A… Chaos of Swans?

When startled by a microlight or helicopter, geese and whooper swans have an unusual and dramatically different response…


Sometimes the hardest part is getting into the passenger seat from the driving seat without leaving the car.

Leaving the car would alarm the birds, which is exactly what I was trying not to do. I had to change seats because if I had turned the car round instead, the angle, the light, the background and my general state of comfort and well-being would have been adversely affect, so I changed seats without getting out of the car, with a wistful memory of an old Vauxhall Victor that had a bench seat, a steering column gear lever and a dashboard-mounted handbrake. Now that was a car designed wit nature writers in mind.

As it was, I had coasted the last 50 yards to where I wanted to stop, slid the passenger window halfway down, then switched seats without sustaining self-inflicted injury, settled into the comfort of the passenger seat and used the top of the halfway -down window to rest the camera lens.

One hundred yards away, the drowsy objects of my attention barely raised a head or a murmur. So far so good.
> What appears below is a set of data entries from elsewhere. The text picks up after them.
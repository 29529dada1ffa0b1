namespace DepthStress.Core.Rock;

/// <summary>The other isotropic constants from Young's modulus and Poisson's ratio (identities).</summary>
public static class ElasticConstants
{
    /// <summary>Shear modulus: <c>E / (2 (1 + nu))</c>.</summary>
    public static double Shear(double youngs, double poisson) => youngs / (2 * (1 + poisson));

    /// <summary>Bulk modulus: <c>E / (3 (1 - 2 nu))</c>.</summary>
    public static double Bulk(double youngs, double poisson) => youngs / (3 * (1 - (2 * poisson)));

    /// <summary>Lame's first constant: <c>E nu / ((1 + nu)(1 - 2 nu))</c>.</summary>
    public static double Lambda(double youngs, double poisson) => youngs * poisson / ((1 + poisson) * (1 - (2 * poisson)));

    /// <summary>Plane-strain modulus: <c>E / (1 - nu^2)</c>.</summary>
    public static double PlaneStrain(double youngs, double poisson) => youngs / (1 - (poisson * poisson));
}
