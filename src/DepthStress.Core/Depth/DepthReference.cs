namespace DepthStress.Core.Depth;

/// <summary>The surface from which a depth-based method counts its depth.</summary>
public enum DepthReference
{
    /// <summary>The datum of the well, as a rule the rotary table.</summary>
    Datum,

    /// <summary>The ground of an onshore well.</summary>
    Ground,

    /// <summary>The sea surface of an offshore well.</summary>
    SeaSurface,

    /// <summary>The sea floor of an offshore well.</summary>
    Mudline,
}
I had been stalking this situation for days, but the days had not been kind – dark and drizzly, grey and grubby – the kind of days that seep icily into the spirit of nature and nature watcher alike. At last the wind shifted, the moon strode across the sky and the morning after was clear and bright, so I abandoned the writing desk  for the flat lowlands of the Carse of Stirling.

Whooper swans like the Carse. Sometimes they settle in the same field for days, weeks if the feeding is good enough and if the field sustains half an acre of floodwater. The floodwater seems to be crucial, an essential element of their comfort zone.
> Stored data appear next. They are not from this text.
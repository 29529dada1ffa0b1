namespace DepthStress.Core.Depth;

/// <summary>
/// Where the surfaces around a well lie. Elevations are in metres above mean sea level; every <c>...Tvd</c> is a true
/// vertical depth in metres below the datum. Tides are not resolved: the sea surface is mean sea level.
/// </summary>
/// <param name="Datum">The surface at which depths are zero.</param>
/// <param name="DatumElevation">Elevation of the datum, m; 0 when the datum is sea level.</param>
/// <param name="GroundElevation">Elevation of the ground, m; null offshore.</param>
/// <param name="WaterDepth">Sea surface to sea floor, m, not negative; null onshore.</param>
/// <param name="WaterTableDepth">Ground to water table, m, not negative; null offshore, and onshore when it is at the ground.</param>
public sealed record DepthFrame(
    DatumKind Datum, double DatumElevation, double? GroundElevation, double? WaterDepth, double? WaterTableDepth)
{
    /// <summary>True when a water depth is given.</summary>
    public bool IsOffshore => WaterDepth.HasValue;

    /// <summary>Mean sea level, m tvd; negative when the datum lies below it.</summary>
    public double SeaLevelTvd => DatumElevation;

    /// <summary>The ground onshore, the sea surface offshore, m tvd: where result gradients count from.</summary>
    public double SurfaceTvd => IsOffshore ? SeaLevelTvd : GroundTvd;

    /// <summary>The top of the solid column, m tvd: the ground onshore, the mudline offshore.</summary>
    public double SolidTopTvd => IsOffshore ? MudlineTvd : GroundTvd;

    /// <summary>Where hydrostatic pressure starts, m tvd: the water table onshore, the sea surface offshore.</summary>
    public double HydrostaticTopTvd => IsOffshore ? SeaLevelTvd : GroundTvd + (WaterTableDepth ?? 0);

    private double GroundTvd => DatumElevation - (GroundElevation ?? double.NaN);

    private double MudlineTvd => SeaLevelTvd + (WaterDepth ?? double.NaN);

    /// <summary>True when the well has that surface: ground onshore only, sea surface and mudline offshore only.</summary>
    public bool Has(DepthReference reference) => double.IsFinite(TvdOf(reference));

    /// <summary>The surface a method counts from, m tvd; NaN when the well has no such surface.</summary>
    public double TvdOf(DepthReference reference) => reference switch
    {
        DepthReference.Datum => 0,
        DepthReference.Ground => IsOffshore ? double.NaN : GroundTvd,
        DepthReference.SeaSurface => IsOffshore ? SeaLevelTvd : double.NaN,
        DepthReference.Mudline => MudlineTvd,
        _ => throw new ArgumentOutOfRangeException(nameof(reference)),
    };

    /// <summary>True vertical depth below sea level (tvdss), m, positive downwards; NaN gives NaN.</summary>
    public double ToSubsea(double tvd) => tvd - SeaLevelTvd;

    /// <summary>True vertical depth below the datum from tvdss, m; NaN gives NaN.</summary>
    public double FromSubsea(double tvdss) => tvdss + SeaLevelTvd;

    /// <summary>Everything that keeps the frame from being used, in plain words; empty when it is sound.</summary>
    public static IReadOnlyList<string> Validate(DepthFrame frame)
    {
        ArgumentNullException.ThrowIfNull(frame);
        return DepthFrameCheck.Problems(frame);
    }
}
For several days I had marked the gradual build-up of swans in just such a field until they had mustered 30 birds, and these were joined by fluctuating hundreds of pink-footed and a handful of Canada geese. A quiet B-road with a wide grass verge bordering the field, so  I could get the car within a hundred yards.


“All I needed was a bright morning.”


The field was in stubble and all the swans and two or three hundred geese were clustered around the floodwater. An arc of mountains stood clear and blue from west to north, Ben Lomond to Stuc a’ Chroin ad Ben Vorlich with Ben Ledi for a centrepiece. The sun bore low across the slabby, terraced ramparts of the Gargunnock Hills to the south.

Stirling Castle and the Wallace Monument on their crags and the gable end of the Ochil Hills terminated the prospect eastwards. There are worse places.

The swans began to stir. A group of six appeared to reach a consensus, got to their feet in unison and began walking in well-spaced single file towards the north end of the field, where they began to feed on spilled grain. At first the other swans either watched or dozed on, but over the next half hour they followed a few at a ta time until every swan was head-down in the stubble.

The geese were unmoved. A few bathed, most dozed. Morning ebbed into afternoon at the same serene pace. A mist drifted in and lay about the hidden river (the tranquil, looping meanders of the upper Forth). A sparrowhawk wheeled across the field and a distant tree fired off an explosive fusillade of 50 rooks. The hawk ducked down and vanished at speed, watched by 30 swans. The 50 rooks de-materialised as if they had never been.

Then a mechanical drone sounded in the west – an engine with a deep-throated throb. It grew louder over several minutes. The swans stood tall and listened, staring westward.


“The geese went slowly berserk.”


First they all stood, not just the crowd round the floodwater, but also two more large groups in the adjacent fields. Then they began to give voice, an anxious mutter that swelled to cacophony then to bedlam as a helicopter appeared low over the farm buildings.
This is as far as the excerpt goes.